Les enquêteurs, qui agissaient sur commission rogatoire de la juge d'instruction Milca Michel-Gabriel, se sont déplacés au siège du CSA le 20 décembre, jour d'assemblée plénière, précise Le Canard enchaîné. Le CSA, qui confirme l'information, explique qu'il ne s'agissait pas d'une perquisition mais d'une demande de documents.

Toujours selon Le Canard enchaîné, les huit membres du CSA qui avaient participé aux délibérations "commencent à recevoir leur convocation" chez l'Oclciff pour être entendus dans ce dossier.

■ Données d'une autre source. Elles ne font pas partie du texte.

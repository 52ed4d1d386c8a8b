package treadwork.viewer;

import static com.tngtech.archunit.lang.syntax.ArchRuleDefinition.classes;
import static com.tngtech.archunit.lang.syntax.ArchRuleDefinition.noClasses;
import static com.tngtech.archunit.library.dependencies.SlicesRuleDefinition.slices;

import com.tngtech.archunit.core.domain.JavaClasses;
import com.tngtech.archunit.core.importer.ClassFileImporter;
import com.tngtech.archunit.core.importer.ImportOption;
import org.junit.jupiter.api.Test;

/** What may use what: DEVELOPERS.md says it in words, this in rules. */
class ArchitectureTest {

    private static final JavaClasses PROGRAM = new ClassFileImporter()
            .withImportOption(new ImportOption.DoNotIncludeTests())
            .importPackages("treadwork");

    @Test
    void packagesFormNoCycle() {
        slices().matching("treadwork.(**)").should().beFreeOfCycles().check(PROGRAM);
    }

    @Test
    void modelUsesTheJdkOnly() {
        classes()
                .that()
                .resideInAPackage("treadwork.model..")
                .should()
                .onlyDependOnClassesThat()
                .resideInAnyPackage("treadwork.model..", "java.lang..", "java.util..")
                .because("the nouns know no files and no threads")
                .check(PROGRAM);
    }

    @Test
    void fixturesUseTheModelOnly() {
        classes()
                .that()
                .resideInAPackage("treadwork.fixtures..")
                .should()
                .onlyDependOnClassesThat()
                .resideInAnyPackage("treadwork.model..", "treadwork.fixtures..", "java..")
                .check(PROGRAM);
    }

    @Test
    void stepsKnowNoFilesNorThreads() {
        noClasses()
                .that()
                .resideInAPackage("treadwork.solver..")
                .and()
                .resideOutsideOfPackages("treadwork.solver.run..", "treadwork.solver.cli..")
                .should()
                .dependOnClassesThat()
                .resideInAnyPackage(
                        "treadwork.io..",
                        "treadwork.fixtures..",
                        "java.io..",
                        "java.nio.file..",
                        "java.util.concurrent..",
                        "com.fasterxml..",
                        "picocli..")
                .because("a step is a pure function of its input and settings")
                .check(PROGRAM);
    }

    @Test
    void librariesStayOutOfSignaturesThatOtherModulesSee() {
        noClasses()
                .that()
                .resideInAnyPackage("treadwork.solver.cli..", "treadwork.solver.run..")
                .should()
                .dependOnClassesThat()
                .resideInAnyPackage("org.ejml..", "org.apache.commons.math3..")
                .check(PROGRAM);
    }

    @Test
    void onlyTheCommandLinePrints() {
        noClasses()
                .that()
                .resideOutsideOfPackage("treadwork.solver.cli..")
                .should()
                .accessField(System.class, "out")
                .orShould()
                .accessField(System.class, "err")
                .check(PROGRAM);
    }
}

Une première plainte classée sans suite en 2015

Cette procédure s'inscrit dans le cadre d'une plainte de la CFDT-Médias et de la CGC-Audiovisuel, qui soupçonnent notamment le président du CSA, Olivier Schrameck, d'avoir fait pression sur d'autres membres de l'instance pour écarter certaines candidatures au profit de Delphine Ernotte.

Ces deux syndicats avaient déposé une première plainte, classée sans suite, en juillet 2015, puis une deuxième plainte avec constitution de partie civile, cette fois, permettant d'obtenir la désignation de juges d'instruction.

Ils avaient également déposé un recours au Conseil d'Etat, pointant "l'opacité" de la procédure de nomination de Delphine Ernotte et estimant qu'elle ne disposait pas de la compétence requise. Ce recours avait été rejeté en février 2016.